Task goal
Every line of the entries below that carries the string "version" should be copied.

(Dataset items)
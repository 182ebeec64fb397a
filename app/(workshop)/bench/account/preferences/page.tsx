import type { Metadata } from 'next';
import type { ReactElement } from 'react';
import { formWords, one, type Query } from '@/app/(account)/form-words';
import { AccountFrame } from '@/components/accounts/account-frame';
import type { EntryFieldPlan } from '@/components/accounts/entry-field';
import { EntryForm } from '@/components/accounts/entry-form';
import type { Preferences } from '@/lib/accounts/domain/account';
import { CURRENCIES } from '@/lib/accounts/domain/currencies';
import { readOwnAccount } from '@/lib/accounts/read-own-account';
import { LOCALE, words } from '@/lib/kernel/words';
import { listRegions } from '@/lib/regions/list-regions';
import { freshForm } from '@/lib/server/define-action';
import { findKept } from '@/lib/server/kept-form';
import { enter } from '@/lib/server/lead-on';
import { keepPreferences } from '../actions';

type Props = { readonly searchParams: Promise<Query> };

export const metadata: Metadata = { title: words('bench.preferences.title'), robots: { index: false } };

const NAMES = new Intl.DisplayNames(LOCALE, { type: 'currency' });

export default async function PreferencesPage({ searchParams }: Props): Promise<ReactElement> {
  const { ctx } = await enter('account.set-preferences', '/bench/account/preferences');
  const own = await readOwnAccount(ctx);
  const regions = await listRegions(ctx);
  const first = (await findKept(one(await searchParams, 'look'))) ?? freshForm();
  const now = own.ok ? own.value.account.preferences : { region: null, currency: null, units: 'metric' as const };
  return (
    <AccountFrame title={words('bench.preferences.title')}>
      <div className="mt-6">
        <EntryForm
          action={keepPreferences}
          first={first}
          {...formWords()}
          submit={words('bench.preferences.submit')}
          fields={fieldsOf(now, regions)}
        />
      </div>
    </AccountFrame>
  );
}

function fieldsOf(now: Preferences, regions: readonly { readonly code: string; readonly name: string }[]): readonly EntryFieldPlan[] {
  return [
    {
      name: 'region',
      type: 'choice',
      label: words('accounts.field.region'),
      hint: words('accounts.field.regionHint'),
      none: words('accounts.field.regionNone'),
      options: regions.map(({ code, name }) => ({ value: code, label: name })),
      value: now.region ?? '',
    },
    {
      name: 'currency',
      type: 'choice',
      label: words('accounts.field.currency'),
      none: words('accounts.field.currencyNone'),
      options: CURRENCIES.map((code) => ({ value: code, label: `${code}, ${NAMES.of(code) ?? code}` })),
      value: now.currency ?? '',
    },
    {
      name: 'units',
      type: 'choice',
      label: words('accounts.field.units'),
      options: [
        { value: 'metric', label: words('accounts.field.metric') },
        { value: 'imperial', label: words('accounts.field.imperial') },
      ],
      value: now.units,
    },
  ];
}
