/** Every server action and every handler of a route. One that is added has no row here, and a test says so. */
export const DOORS: Readonly<Record<string, Door>> = {
  ...DRAFT_DOORS,
  'app/theme.ts chooseTheme': { open: 'a cookie of one’s own browser' },
  [`${ACCOUNT} beginAccount`]: { open: SIGNED_OUT },
  [`${ACCOUNT} enterByPassword`]: { open: SIGNED_OUT },
  [`${ACCOUNT} sendLink`]: { open: SIGNED_OUT },
  [`${ACCOUNT} sendReset`]: { open: SIGNED_OUT },
  [`${ACCOUNT} choosePassword`]: { open: SIGNED_OUT },
  [`${ACCOUNT} enterByLink`]: { open: SIGNED_OUT },
  [`${ACCOUNT} confirm`]: { open: SIGNED_OUT },
  [`${ACCOUNT} signOut`]: { open: SIGNED_OUT },
  [`${ACCOUNT} giveCode`]: {
    asks: 'account.give-second-factor',
    press: ({ ctx, session }) => giveSecondFactor(ctx, { key: key(), code: '000000' }, session, 'tests'),
    ends: { own: 'wrong-code' },
  },
  [`${ACCOUNT} typeAgain`]: {
    asks: 'account.sign-in-again',
    press: ({ ctx, session }) => signInAgain(ctx, { key: key(), password: 'not the password' }, session.id),
    ends: { own: 'wrong' },
  },
  [`${BENCH} confirmAgain`]: {
    asks: 'account.confirm-again',
    press: ({ ctx }) => mailConfirmationAgain(ctx, { key: key() }),
    ends: itself,
  },
  [`${BENCH} stay`]: { asks: 'account.stay', press: ({ ctx }) => keepAccount(ctx, { key: key() }), ends: itself },
  [`${BENCH} ask`]: { asks: 'role.ask', press: ({ ctx }) => askForRole(ctx, { key: key(), why: 'tests', regions: [] }), ends: itself },
  [`${BENCH} withdraw`]: {
    asks: 'role.withdraw',
    record: aRequest,
    press: ({ ctx }, id) => withdrawRoleRequest(ctx, { key: key(), id }),
    ends: theirsAlone,
  },
  [`${OWN} rename`]: { asks: 'account.rename', press: ({ ctx }) => renameAccount(ctx, { key: key(), name: 'Renamed' }), ends: itself },
  [`${OWN} changeAddress`]: {
    asks: 'account.change-address',
    press: ({ ctx }) => askAddressChange(ctx, { key: key(), email: `${key()}@example.test` as EmailAddress }),
    ends: itself,
  },
  [`${OWN} renewPassword`]: {
    asks: 'account.change-password',
    press: ({ ctx, session }) =>
      changePassword(ctx, { key: key(), current: 'not the password', password: 'a quite new sentence' }, session, 'tests'),
    ends: { own: 'wrong' },
  },
  [`${OWN} keepPreferences`]: {
    asks: 'account.set-preferences',
    press: ({ ctx }) => setOwnPreferences(ctx, { key: key(), region: null, currency: 'EUR', units: 'imperial' }),
    ends: itself,
  },
  [`${OWN} turnOn`]: {
    asks: 'account.set-second-factor',
    press: ({ ctx, session }) => turnOnSecondFactor(ctx, { key: key(), secret: 'MFRGGZDFMZTWQ2LK', code: '000000' }, session, 'tests'),
    ends: { own: 'wrong-code' },
  },
  [`${OWN} endSession`]: {
    asks: 'account.end-session',
    record: async (whose) => handleOf(await aSession(whose)),
    press: ({ ctx }, handle) => endOwnSession(ctx, { key: key(), handle: handle.replaceAll('-', '').slice(0, 16) }),
    ends: { own: 'ok', other: 'ok, nothing', none: 'ok, nothing' },
  },
  [`${OWN} endOthers`]: {
    asks: 'account.end-session',
    press: ({ ctx, session }) => endOtherSessions(ctx, session.id),
    ends: itself,
  },
  [`${OWN} putTogether`]: { asks: 'account.export', press: ({ ctx }) => beginExport(ctx, { key: key() }), ends: itself },
  [`${OWN} leave`]: { asks: 'account.leave', press: ({ ctx }) => leaveAccount(ctx, { key: key() }), ends: itself },
  [`${FACTOR} turnOff`]: {
    asks: 'account.set-second-factor',
    press: ({ ctx, session }) => turnOffSecondFactor(ctx, { key: key() }, session.id),
    ends: itself,
  },
  [`${FACTOR} renewCodes`]: { asks: 'account.set-second-factor', press: ({ ctx }) => renewRecoveryCodes(ctx), ends: itself },
  [`${DESK} giveRole`]: {
    asks: 'role.grant',
    record: (whose) => Promise.resolve(whose),
    press: ({ ctx, id: own }, id) =>
      changeRole(ctx, { key: key(), id: id as AccountId, from: id === own ? 'steward' : 'maker', role: 'editor', reason }),
    ends: { own: 'ok', other: 'ok', none: 'not-found' },
  },
  [`${DESK} close`]: {
    asks: 'account.close',
    record: (whose) => Promise.resolve(whose),
    press: ({ ctx }, id) => closeAccount(ctx, { key: key(), id: id as AccountId, reason }),
    ends: { own: 'own-account', other: 'ok', none: 'not-found' },
  },
  [`${DESK} reopen`]: {
    asks: 'account.close',
    record: () => anAccount({ state: 'closed' }),
    press: ({ ctx }, id) => reopenAccount(ctx, { key: key(), id: id as AccountId, reason }),
    ends: { own: 'ok', other: 'ok', none: 'not-found' },
  },
  [`${DESK} answer`]: {
    asks: 'role.answer',
    record: aRequest,
    press: ({ ctx }, id) => answerRequest(ctx, { key: key(), id, answer: 'refused', said: 'tests' }),
    ends: { own: 'ok', other: 'ok', none: 'not-found' },
  },
  [`${DESK} retry`]: {
    asks: 'outbox.retry',
    record: aParkedMail,
    press: ({ ctx }, id) => retryParked(ctx, { key: key(), what: 'mail', id }),
    ends: { own: 'ok', other: 'ok', none: 'not-parked' },
  },
  'app/(public)/rules/[id]/doubt/actions.ts raise': { open: 'anybody may doubt a rule; counted by address' },
  [`${DOUBTS} answer`]: {
    asks: 'doubt.answer',
    record: () => aDoubt(),
    press: ({ ctx }, id) => answerDoubt(ctx, { key: key(), id, answer: 'The order still stands.' }),
    ends: { other: 'ok', none: 'not-found' },
  },
  [`${DOUBTS} setAside`]: {
    asks: 'doubt.answer',
    record: () => aDoubt(),
    press: ({ ctx }, id) => setAsideDoubt(ctx, { key: key(), id, reason }),
    ends: { other: 'ok', none: 'not-found' },
  },
  [`${DOUBTS} takeUp`]: {
    asks: 'doubt.answer',
    record: aSetAside,
    press: ({ ctx }, id) => takeDoubtUp(ctx, { key: key(), id }),
    ends: { own: 'ok', other: 'ok', none: 'not-found' },
  },
  [`${KEEPING} become`]: {
    asks: 'sheet.keep',
    record: aDoubtedPlace,
    press: ({ ctx }, region) => becomeKeeper(ctx, { key: key(), region }),
    ends: { other: 'ok', none: 'not-found' },
  },
  [`${KEEPING} stop`]: {
    asks: 'sheet.keep',
    record: aKept,
    press: ({ ctx }, region) => stopKeeping(ctx, { key: key(), region }),
    ends: { own: 'ok', other: 'ok, nothing', none: 'ok, nothing' },
  },
  [`${TABLE} tick`]: {
    asks: 'amendment.judge',
    record: aSentAmendment,
    press: ({ ctx }, record) => {
      const { key: once, id, version } = amendmentOf(record);
      return tickClaim(ctx, { key: once, id, version, claim: 'rules/xa-mark#0', read: true });
    },
    ends: ofOthers('ok'),
  },
  [`${TABLE} remark`]: {
    asks: 'amendment.judge',
    record: aSentAmendment,
    press: ({ ctx }, record) => {
      const { key: once, id } = amendmentOf(record);
      return addRemark(ctx, { key: once, id, line: 'text', words: 'tests' });
    },
    ends: ofOthers('ok'),
  },
  [`${TABLE} answer`]: {
    // Its author answers too, as an editor: the tie to the amendment is tried in tests/db/amendments.test.ts.
    asks: 'amendment.write',
    record: aSentAmendment,
    press: ({ ctx }, record) => {
      const { key: once, id, remark } = amendmentOf(record);
      return answerRemark(ctx, { key: once, id, remark, words: 'tests' });
    },
    ends: { own: 'ok', none: 'not-found' },
  },
  [`${TABLE} mark`]: {
    asks: 'amendment.judge',
    record: aSentAmendment,
    press: ({ ctx }, record) => {
      const { key: once, id, remark } = amendmentOf(record);
      return markRemark(ctx, { key: once, id, remark, answered: true });
    },
    ends: ofOthers('ok'),
  },
  [`${TABLE} hold`]: {
    asks: 'amendment.judge',
    record: aSentAmendment,
    press: ({ ctx }, record) => {
      const { key: once, id, version } = amendmentOf(record);
      return holdAmendment(ctx, { key: once, id, version, reason });
    },
    ends: ofOthers('ok'),
  },
  [`${TABLE} release`]: {
    asks: 'amendment.judge',
    record: aSentAmendment,
    press: ({ ctx }, record) => {
      const { key: once, id, version } = amendmentOf(record);
      return releaseAmendment(ctx, { key: once, id, version });
    },
    ends: ofOthers('already-decided'),
  },
  [`${TABLE} sendBack`]: {
    asks: 'amendment.judge',
    record: aSentAmendment,
    press: ({ ctx }, record) => {
      const { key: once, id, version } = amendmentOf(record);
      return sendBackAmendment(ctx, { key: once, id, version, reason });
    },
    ends: ofOthers('ok'),
  },
  ...Object.fromEntries(
    ['approve', 'giveBack'].map((name) => [
      `${TABLE} ${name}`,
      {
        asks: 'amendment.judge' as const,
        record: aSentAmendment,
        press: ({ ctx }: Presser, record: string) => {
          const { key: once, id, version } = amendmentOf(record);
          return approveAmendment(ctx, { key: once, id, version });
        },
        ends: ofOthers('not-all-read'),
      },
    ]),
  ),
  'app/api/sorting-table/route.ts GET': {
    asks: 'amendment.judge',
    press: ({ ctx }) => waitingStamp(ctx, {}),
    ends: { own: 'ok, nothing' },
  },
  'app/(public)/regions/[code]/editions/withdraw/actions.ts withdraw': {
    asks: 'edition.withdraw',
    press: ({ ctx }) => withdrawEdition(ctx, { key: key(), region: 'zz', number: 2, reason }),
    ends: { own: 'not-found' },
  },
  'app/(public)/readings/actions.ts keepReadings': { open: BY_ADDRESS },
  'app/(public)/regions/wishes/actions.ts wish': { open: 'anybody may ask for a region; counted by address' },
  [`${CHECK} begin`]: { open: BY_ADDRESS },
  [`${CHECK} place`]: { open: BY_ADDRESS },
  [`${CHECK} answer`]: { open: BY_ADDRESS },
  [`${CHECK} show`]: { open: BY_ADDRESS },
  [`${CHECK} keepCopy`]: { open: BY_ADDRESS },
  'app/(account)/too-many/route.ts GET': { open: 'words alone' },
  'app/(workshop)/bench/account/export/[archive]/route.ts GET': {
    asks: 'account.export',
    record: anArchive,
    press: ({ ctx }, id) => readArchive(ctx, id),
    ends: { own: 'ok, nothing', other: 'not-found', none: 'not-found' },
  },
  'app/api/files/route.ts POST': {
    asks: 'file.keep',
    press: ({ ctx }) => keepPageSeen(ctx, { key: key(), name: 'page.txt', body: [Buffer.from('tests')], declaredBytes: 5 }),
    ends: itself,
  },
  'app/api/files/[id]/route.ts GET': {
    // Whose file an editor, a moderator may read besides their own is tried in tests/db/files.test.ts.
    asks: 'file.read',
    record: async (whose) => (await aKeptFile(whose)).id,
    press: ({ ctx }, id) => readFile(ctx, id as FileId),
    ends: { own: 'ok, nothing', none: 'not-found' },
  },
  'app/api/health/route.ts GET': { open: PUBLIC_API },
  'app/api/v1/checks/route.ts POST': { open: PUBLIC_API },
  'app/api/v1/checks/route.ts OPTIONS': { open: PUBLIC_API },
  'app/api/v1/verdicts/route.ts POST': { open: PUBLIC_API },
  'app/api/v1/verdicts/route.ts OPTIONS': { open: PUBLIC_API },
  'app/api/v1/regions/route.ts GET': { open: PUBLIC_API },
  'app/api/v1/regions/route.ts OPTIONS': { open: PUBLIC_API },
  'app/api/v1/regions/[code]/route.ts GET': { open: PUBLIC_API },
  'app/api/v1/regions/[code]/route.ts OPTIONS': { open: PUBLIC_API },
  'app/api/v1/regions/[code]/editions/route.ts GET': { open: PUBLIC_API },
  'app/api/v1/regions/[code]/editions/route.ts OPTIONS': { open: PUBLIC_API },
  'app/api/v1/rules/[id]/route.ts GET': { open: PUBLIC_API },
  'app/api/v1/rules/[id]/route.ts OPTIONS': { open: PUBLIC_API },
  'app/api/v1/notes/route.ts GET': { open: PUBLIC_API },
  'app/api/v1/notes/route.ts OPTIONS': { open: PUBLIC_API },
  'app/api/v1/search-index/route.ts GET': { open: PUBLIC_API },
  'app/api/v1/search-index/route.ts OPTIONS': { open: PUBLIC_API },
  'app/api/v1/search/route.ts GET': { open: PUBLIC_API },
  'app/api/v1/search/route.ts OPTIONS': { open: PUBLIC_API },
};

Solution for this problem
      const { key: once, id, version } = amendmentOf(record);
      return tickClaim(ctx, { key: once, id, version, claim: 'rules/xa-mark#0', read: true });
      const { key: once, id, version } = amendmentOf(record);
      return holdAmendment(ctx, { key: once, id, version, reason });
      const { key: once, id, version } = amendmentOf(record);
      return releaseAmendment(ctx, { key: once, id, version });
      const { key: once, id, version } = amendmentOf(record);
      return sendBackAmendment(ctx, { key: once, id, version, reason });
          const { key: once, id, version } = amendmentOf(record);
          return approveAmendment(ctx, { key: once, id, version });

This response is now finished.